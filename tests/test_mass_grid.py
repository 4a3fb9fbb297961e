"""A mass grid coarser than the resolution is flagged (``stats.mass_grid``), and the
flag's premise holds: a peak midway between hypotheses keeps exp(-step^2 / 8 sigma^2) of
its q0.

Reference: on a flat background and for a small signal, q0 at a hypothesis d away from a
Gaussian peak of the same width is q0(0) times the squared normalised overlap of the two
Gaussians, whose product integrates to a Gaussian density in d of variance 2 sigma^2 (the
convolution of two normal densities; e.g. Bromiley 2003, "Products and convolutions of
Gaussian probability density functions", sec. 2): exp(-d^2 / 2 sigma^2).
"""

from __future__ import annotations

import math

import numpy as np
import pytest

from peaksift import MassHistogram, scan
from peaksift.search.doubts import doubts
from peaksift.stats.mass_grid import COARSE_GRID_SIGMA, coarse_grid_note

WINDOW = (100.0, 300.0)
SIGMA = 3.0


def _asimov(peak: float, n_sig: float = 60.0, n_bkg: float = 200_000.0) -> MassHistogram:
    """Expected counts (no fluctuation): flat background, a Gaussian peak."""
    from scipy.stats import norm

    edges = np.linspace(*WINDOW, 801)
    b = np.full(800, n_bkg / 800)
    s = n_sig * np.diff(norm.cdf(edges, peak, SIGMA))
    return MassHistogram.from_counts(b + s, edges)


@pytest.mark.parametrize("d_sigma", [0.5, 1.0, 1.5])
def test_q0_falls_as_the_gaussian_overlap(d_sigma):
    h = _asimov(200.0)
    r = scan(h, "gaussian", "exponential", [200.0, 200.0 + d_sigma * SIGMA],
             absolute_resolution=SIGMA, refit=False)
    ratio = r.q0[1] / r.q0[0]
    # the overlap of unit Gaussians d apart, 1 / (2 sigma sqrt(pi)) exp(-d^2 / 4 sigma^2);
    # profiling the background's level removes each template's projection on the flat
    # density 1 / W (the window's width W; a profiled nuisance takes out the signal's
    # component along it, Cowan et al., Eur. Phys. J. C 71 (2011) 1554, sec. 3), the slope's
    # share is below 1e-3 here; tolerance 0.005 for the exponential's curvature and the bins
    w = WINDOW[1] - WINDOW[0]

    def overlap(d: float) -> float:
        return math.exp(-d * d / (4 * SIGMA ** 2)) / (2 * SIGMA * math.sqrt(math.pi)) - 1 / w

    assert ratio == pytest.approx((overlap(d_sigma * SIGMA) / overlap(0.0)) ** 2, abs=0.005)
    # the note's round figure, the bare Gaussians' exp(-d^2 / 2 sigma^2), within 0.03
    assert ratio == pytest.approx(math.exp(-d_sigma ** 2 / 2), abs=0.03)


def test_the_note_flags_a_grid_coarser_than_one_width():
    m = np.linspace(110.0, 290.0, 25)          # 7.5 GeV steps: 2.5 widths
    note = coarse_grid_note(m, np.full(m.size, SIGMA))
    assert note is not None and "2.5 resolution widths" in note
    fine = np.arange(110.0, 290.0 + 1e-9, 0.5 * SIGMA)  # the search's default: half a width
    assert coarse_grid_note(fine, SIGMA) is None
    # exactly at the threshold: not flagged; a hair above: flagged
    edge = np.array([150.0, 150.0 + COARSE_GRID_SIGMA * SIGMA])
    assert coarse_grid_note(edge, SIGMA) is None
    assert coarse_grid_note(edge + [0.0, 0.01], SIGMA) is not None
    # unsorted masses and NaN widths (JSON nulls) are taken as they come
    assert coarse_grid_note(m[::-1], np.where(m > 200, np.nan, SIGMA)) is not None


def test_scan_and_search_warnings_carry_it():
    h = _asimov(203.0)
    coarse = scan(h, "gaussian", "exponential", 12, absolute_resolution=SIGMA, refit=False)
    assert any("mass grid steps" in n for n in coarse.notes)
    fine = scan(h, "gaussian", "exponential", 120, absolute_resolution=SIGMA, refit=False)
    assert not any("mass grid steps" in n for n in fine.notes)
    d = {"scan": {"masses": list(coarse.masses), "sigma": list(coarse.sigma)},
         "best": {"N0": 2.0, "N0_error": 1.0, "n0_source": "10 background-only toys"}}
    topics = {w["topic"]: w["message"] for w in doubts(d)}
    assert "mass grid steps" in topics["scan"]
    assert "N0 = 2 +- 1" in topics["significance"]
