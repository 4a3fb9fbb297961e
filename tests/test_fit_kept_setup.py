"""The free fit's setup kept by the histogram's content (``peaksift.fitting.setup``) and the
result's parts computed at their first access: a histogram changed in place after a fit is
fitted as it now is, and a result keeps the data it was fitted on.

Reference: the extended binned Poisson likelihood in its saturated form (Baker and Cousins,
Nucl. Instrum. Meth. 221 (1984) 437, eq. 11) of a truncated Gaussian on a truncated
exponential, written here with ``scipy.stats`` and minimised with iminuit's MIGRAD (tol
1e-6, so its minimum is within ~1e-8 of the exact one in NLL).
"""

from __future__ import annotations

import numpy as np
import pytest
from iminuit import Minuit
from scipy import special, stats

from peaksift import shapes
from peaksift.fitting import fit
from peaksift.histogram import MassHistogram

WINDOW = (100.0, 200.0)


def _spectrum(seed: int) -> MassHistogram:
    rng = np.random.default_rng(seed)
    x = 100.0 + rng.exponential(40.0, 8000)
    x = np.concatenate([x[x < 200.0], rng.normal(150.0, 3.0, 300)])
    return MassHistogram.from_masses(x, bins=100, range=WINDOW)


def _reference(counts: np.ndarray, edges: np.ndarray, mass: float) -> tuple[dict, float]:
    """iminuit's minimum of the saturated binned NLL, started at a peak at ``mass``."""
    lo, hi = WINDOW

    def nll(s, b, m, sg, tau):
        sig = stats.norm.cdf(edges, m, sg)
        sig = np.diff(sig) / (stats.norm.cdf(hi, m, sg) - stats.norm.cdf(lo, m, sg))
        bkg = np.diff(stats.expon.cdf(edges - lo, scale=tau)) / stats.expon.cdf(hi - lo,
                                                                                 scale=tau)
        mu = s * sig + b * bkg
        return float(np.sum(mu - counts + special.xlogy(counts, counts / mu)))

    total = float(counts.sum())
    m = Minuit(nll, s=300.0, b=total - 300.0, m=mass, sg=3.0, tau=40.0)
    m.errordef = 0.5
    m.tol = 1e-6
    m.limits["s"] = (0.0, None)
    m.limits["b"] = (0.0, None)
    m.limits["sg"] = (0.5, 20.0)
    m.limits["tau"] = (1.0, 1000.0)
    m.limits["m"] = (lo, hi)
    m.migrad()
    assert m.valid
    return ({"mass": m.values["m"], "sigma": m.values["sg"], "signal_yield": m.values["s"],
             "background_yield": m.values["b"]}, float(m.fval))


def _agrees(res, ref: dict, ref_nll: float) -> None:
    # the same minimum: NLL within 1e-5, values within 1e-2 of their errors
    assert res.valid
    assert abs(res.nll - ref_nll) < 1e-5
    for k, v in ref.items():
        assert abs(res.values[k] - v) < 1e-2 * res.errors[k], k


def test_a_histogram_changed_in_place_is_fitted_as_it_now_is():
    h = _spectrum(11)
    first = fit(h, "gaussian", "exponential", WINDOW)
    _agrees(first, *_reference(h.values().copy(), h.edges, 150.0))
    again = fit(h, "gaussian", "exponential", WINDOW)  # the kept setup: the same minimum
    _agrees(again, *_reference(h.values().copy(), h.edges, 150.0))
    # a stronger peak elsewhere, filled into the same histogram object
    h.fill(np.random.default_rng(12).normal(125.0, 2.5, 900))
    changed = fit(h, "gaussian", "exponential", WINDOW)
    ref, ref_nll = _reference(h.values().copy(), h.edges, 125.0)
    assert abs(ref["mass"] - 125.0) < 1.0  # the reference is at the new, stronger peak
    _agrees(changed, ref, ref_nll)


@pytest.mark.parametrize("signal", ["gaussian", shapes.get("gaussian")])
def test_a_result_keeps_the_bins_it_was_fitted_on(signal):
    # a shape by name: the kept setup's path; a Shape: the setup made for this fit alone
    h = _spectrum(13)
    before = h.values().copy()
    res = fit(h, signal, "exponential", WINDOW)
    h.fill(np.random.default_rng(14).uniform(100.0, 200.0, 5000))  # after the fit
    # the figure's bins are made at their first access, from the fitted data
    assert np.array_equal(res.observed, before)
    assert not np.array_equal(res.observed, h.values())
    # twice the saturated NLL is the chi-square of those bins (Baker and Cousins, eq. 11)
    mu = res.expected
    chi2 = 2.0 * float(np.sum(mu - before + special.xlogy(before, before / mu)))
    assert abs(res.gof_chi2 - chi2) < 1e-9 * chi2
    # nothing the result hands out changes it
    for a in (res.observed, res.expected, res.covariance, res.pulls):
        assert not a.flags.writeable
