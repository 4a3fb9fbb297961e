"""The demo generator: determinism, its Breit-Wigner, truth record, weights, committed set."""

from __future__ import annotations

import dataclasses
import itertools
import json

import awkward as ak
import numpy as np
import pyarrow as pa
import pyarrow.parquet as pq
import pytest
from particle import Particle
from scipy.integrate import quad
from scipy.stats import kstest

from peaksift import events, simulate
from peaksift.cli import main as cli_main
from peaksift.errors import InputError


def _bw_cdf(mass: float, width: float, lo: float, hi: float):
    """CDF of f(m) ~ 1/((m^2-M^2)^2 + M^2 G^2) on [lo, hi] (PDG Review, "Resonances"),
    integrated numerically with scipy.integrate.quad on a grid dense near the peak."""
    def f(m):
        return 1.0 / ((m * m - mass * mass) ** 2 + mass * mass * width * width)

    u = np.linspace(np.arctan((lo - mass) / width), np.arctan((hi - mass) / width), 3001)
    grid = np.clip(mass + width * np.tan(u), lo, hi)
    grid[0], grid[-1] = lo, hi
    parts = [quad(f, a, b)[0] for a, b in itertools.pairwise(grid)]
    cdf = np.concatenate([[0.0], np.cumsum(parts)])
    cdf /= cdf[-1]
    return lambda x: np.interp(x, grid, cdf)


def test_true_masses_follow_the_breit_wigner():
    # Goodness of fit: Kolmogorov-Smirnov (scipy.stats.kstest) of the generator's true masses
    # against the numerically integrated relativistic Breit-Wigner CDF; fixed seed.
    fr = dict.fromkeys(simulate.PROCESSES, 0.0)
    fr.update(z_mumu=0.5, x_mumu=0.5)
    sc = dataclasses.replace(simulate.DEMO, fractions=fr)
    t = simulate.generate(16_000, seed=7, truth=True, scenario=sc)
    proc = t.column("process").to_numpy()
    mass = t.column("true_mass").to_numpy().astype(float)
    for code, res in ((simulate.PROCESSES.index("z_mumu"), sc.z),
                      (simulate.PROCESSES.index("x_mumu"), sc.x)):
        m = mass[proc == code]
        assert m.size > 7000
        lo, hi = res.mass_range
        p = kstest(m, _bw_cdf(res.mass, res.width, lo, hi)).pvalue
        assert p > 0.01, (res.name, p)
        # the test has power: a 30% wider line shape is rejected
        assert kstest(m, _bw_cdf(res.mass, 1.3 * res.width, lo, hi)).pvalue < 1e-4


def test_breit_wigner_pdf_is_normalised():
    # Normalisation by numerical integration (scipy.integrate.quad), as REFERENCES.md suggests.
    for M, G in ((91.1876, 2.4952), (152.0, 0.6), (10.0, 3.0)):
        def full(m, M=M, G=G):
            return simulate.breit_wigner_pdf(m, M, G)

        def ranged(m, M=M, G=G):
            return simulate.breit_wigner_pdf(m, M, G, (M - 5, M + 5))

        total = quad(full, 0, M, limit=400)[0] + quad(full, M, np.inf, limit=400)[0]
        assert total == pytest.approx(1.0, abs=1e-6)
        on_range = quad(ranged, M - 5, M + 5, points=[M])[0]
        assert on_range == pytest.approx(1.0, abs=1e-6)


def test_same_seed_same_arrays_however_written(tmp_path, monkeypatch):
    monkeypatch.setattr(simulate, "BLOCK_EVENTS", 1000)
    a = simulate.generate(3000, seed=11)
    assert a.equals(simulate.generate(3000, seed=11))
    assert not a.equals(simulate.generate(3000, seed=12))
    info = simulate.write_demo(tmp_path, n_events=3000, seed=11, files=2, row_group_events=700)
    back = pa.concat_tables([pq.read_table(f) for f in info["files"]])
    for name in a.column_names:
        assert back.column(name).equals(a.column(name)), name
    md = pq.ParquetFile(info["files"][0]).metadata
    assert [md.row_group(i).num_rows for i in range(md.num_row_groups)] == [700, 700, 100]


def test_committed_demo_set_is_regenerated(demo_dir):
    # scripts/make_demo_data.py regenerates demo_data/ with the same arrays
    truth = json.loads((demo_dir / "truth.json").read_text())
    assert truth["seed"] == simulate.DEMO_SEED and truth["n_events"] == simulate.DEMO_EVENTS
    fresh = simulate.generate(simulate.DEMO_EVENTS, seed=simulate.DEMO_SEED)
    stored = pa.concat_tables([pq.read_table(demo_dir / f) for f in truth["files"]])
    assert stored.schema.equals(fresh.schema)
    for name in fresh.column_names:
        assert stored.column(name).equals(fresh.column(name)), name
    size = sum((demo_dir / f).stat().st_size for f in truth["files"])
    assert size < 20e6


def test_truth_record(demo_dir):
    truth = json.loads((demo_dir / "truth.json").read_text())
    z = Particle.from_pdgid(23)  # particle package (PDG tables)
    assert truth["calibration_peak"]["mass_gev"] == pytest.approx(z.mass / 1000)
    assert truth["calibration_peak"]["width_gev"] == pytest.approx(z.width / 1000)
    x = truth["invented_resonance"]
    # no known particle (nuclei aside) within 10 GeV of the invented mass: particle package
    near = Particle.findall(lambda p: p.mass is not None and not p.pdgid.is_nucleus
                            and abs(p.mass / 1000 - x["mass_gev"]) < 10)
    assert near == []
    assert 130 <= x["mass_gev"] <= 190 and x["width_gev"] > 0
    assert sum(p["generated"] for p in truth["processes"].values()) == truth["n_events"]
    sel = truth["intended_selection"]
    assert sel["collection"] == "muon" and sel["charge"] == "opposite"
    lo, hi = sel["search_window_gev"]
    assert lo < x["mass_gev"] < hi and lo > z.mass / 1000 + 10
    assert truth["parameters"]["x"]["mass"] == x["mass_gev"]


def test_reconstructed_z_peak_and_isolation(small_demo):
    # The calibration peak sits at the Z mass of the particle package (PDG tables); the
    # tolerance allows for radiation and resolution (common practice: ~0.5%).
    ev = events.read_events(small_demo, "muon")
    mu = ev.muon[(ev.muon.pt > 20) & (ev.muon.isolation < 0.15)]
    mu = mu[ak.num(mu) >= 2]
    pair = mu[:, 0] + mu[:, 1]
    m = ak.to_numpy(pair.mass[mu[:, 0].charge != mu[:, 1].charge])
    peak = m[(m > 86) & (m < 96)]
    assert abs(np.median(peak) - Particle.from_pdgid(23).mass / 1000) < 0.5
    # the isolation field separates leptons from the hard process from fakes
    hard = ak.flatten(ev.muon.isolation[ev.muon.pt > 25])
    soft = ak.flatten(ev.muon.isolation[ev.muon.pt < 6])
    assert np.mean(hard < 0.15) > 0.9
    assert np.mean(soft < 0.15) < 0.5


def test_weighted_variant_reproduces_yields():
    # Weights = true / generated process fraction x a correction near 1: the weighted sums
    # reproduce the unweighted expectation (common practice for simulated samples).
    n = 30_000
    t = simulate.generate(n, seed=5, weighted=True)
    w = t.column("weight").to_numpy()
    proc = t.column("process").to_numpy()
    tf = np.array([simulate.DEMO.fractions[p] for p in simulate.PROCESSES])
    tf /= tf.sum()
    for i, p in enumerate(simulate.PROCESSES):
        if tf[i] * n > 1000:
            assert w[proc == i].sum() == pytest.approx(tf[i] * n, rel=0.05), p
    assert w.sum() == pytest.approx(n, rel=0.03)
    assert np.all(w > 0) and np.std(w[proc == 1]) > 0


def test_cli_demo_and_bad_sizes(tmp_path, capsys):
    assert cli_main(["demo", str(tmp_path / "d"), "--events", "2000", "--seed", "3",
                     "--weighted"]) == 0
    out = capsys.readouterr().out
    assert "wrote 2 files with 2000 events" in out and "truth.json" in out
    ev = events.read_events(tmp_path / "d" / "simulated_*.parquet")
    assert {"weight", "process", "true_mass"} <= set(ev.fields)
    with pytest.raises(InputError, match="positive whole number"):
        simulate.write_demo(tmp_path / "e", n_events=0)
    with pytest.raises(InputError, match="seed must be zero or positive"):
        simulate.generate(10, seed=-1)


def test_continuum_masses_follow_the_falling_term_plus_the_shoulder():
    # The continuum's true masses against its density written out here: (1 - f) times
    # (1 - x)^a / x^b (x = m / sqrt(s)) plus f times a log-normal with mode m0 and shape
    # ln(1 + r) (scipy.stats.lognorm: mode = scale * exp(-shape^2)), each normalised on the
    # continuum's range (scipy.integrate.quad); Kolmogorov-Smirnov (scipy.stats.kstest), seed
    # fixed.  The test has power: the falling term alone is rejected.
    from scipy.stats import lognorm

    fr = dict.fromkeys(simulate.PROCESSES, 0.0)
    fr.update(dy_mumu=1.0)
    sc = dataclasses.replace(simulate.DEMO, fractions=fr)
    t = simulate.generate(40_000, seed=9, truth=True, scenario=sc)
    m = t.column("true_mass").to_numpy().astype(float)
    lo, hi = sc.continuum_range
    f, m0 = sc.continuum_shoulder_fraction, sc.continuum_shoulder_mass
    w = np.log1p(sc.continuum_shoulder_width)
    hump = lognorm(w, scale=m0 * np.exp(w * w))
    assert hump.pdf(m0) > hump.pdf(m0 * 0.99) and hump.pdf(m0) > hump.pdf(m0 * 1.01)

    def falling(v):
        x = v / sc.sqrt_s
        return (1 - x) ** sc.continuum_a / x ** sc.continuum_b

    grid = np.geomspace(lo, hi, 2001)
    parts = [quad(falling, a, b)[0] for a, b in itertools.pairwise(grid)]
    f_cdf = np.concatenate([[0.0], np.cumsum(parts)]) / sum(parts)
    h_cdf = (hump.cdf(grid) - hump.cdf(lo)) / (hump.cdf(hi) - hump.cdf(lo))

    def cdf(x, share=f):
        return np.interp(x, grid, (1 - share) * f_cdf + share * h_cdf)

    assert 0.0 < f < 0.2
    assert kstest(m, cdf).pvalue > 0.01
    assert kstest(m, lambda x: cdf(x, 0.0)).pvalue < 1e-4
    # the density the generator documents is normalised on the range
    assert quad(lambda v: simulate.continuum_pdf(np.array([v]), sc)[0], lo, hi, points=[m0],
                limit=200)[0] == pytest.approx(1.0, abs=1e-4)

┄┄┄┄┄┄

• PROBLEM
Produce a word-for-word copy of everything above from the line holding "b = np.full(800, n_bkg / 800)" down to the line holding "m = np.linspace(110.0, 290.0, 25)", with both of those lines kept.

• OUTPUT FOR THIS EXERCISE
    b = np.full(800, n_bkg / 800)
    s = n_sig * np.diff(norm.cdf(edges, peak, SIGMA))
    return MassHistogram.from_counts(b + s, edges)


@pytest.mark.parametrize("d_sigma", [0.5, 1.0, 1.5])
def test_q0_falls_as_the_gaussian_overlap(d_sigma):
    h = _asimov(200.0)
    r = scan(h, "gaussian", "exponential", [200.0, 200.0 + d_sigma * SIGMA],
             absolute_resolution=SIGMA, refit=False)
    ratio = r.q0[1] / r.q0[0]
    # the overlap of unit Gaussians d apart, 1 / (2 sigma sqrt(pi)) exp(-d^2 / 4 sigma^2);
    # profiling the background's level removes each template's projection on the flat
    # density 1 / W (the window's width W; a profiled nuisance takes out the signal's
    # component along it, Cowan et al., Eur. Phys. J. C 71 (2011) 1554, sec. 3), the slope's
    # share is below 1e-3 here; tolerance 0.005 for the exponential's curvature and the bins
    w = WINDOW[1] - WINDOW[0]

    def overlap(d: float) -> float:
        return math.exp(-d * d / (4 * SIGMA ** 2)) / (2 * SIGMA * math.sqrt(math.pi)) - 1 / w

    assert ratio == pytest.approx((overlap(d_sigma * SIGMA) / overlap(0.0)) ** 2, abs=0.005)
    # the note's round figure, the bare Gaussians' exp(-d^2 / 2 sigma^2), within 0.03
    assert ratio == pytest.approx(math.exp(-d_sigma ** 2 / 2), abs=0.03)


def test_the_note_flags_a_grid_coarser_than_one_width():
    m = np.linspace(110.0, 290.0, 25)          # 7.5 GeV steps: 2.5 widths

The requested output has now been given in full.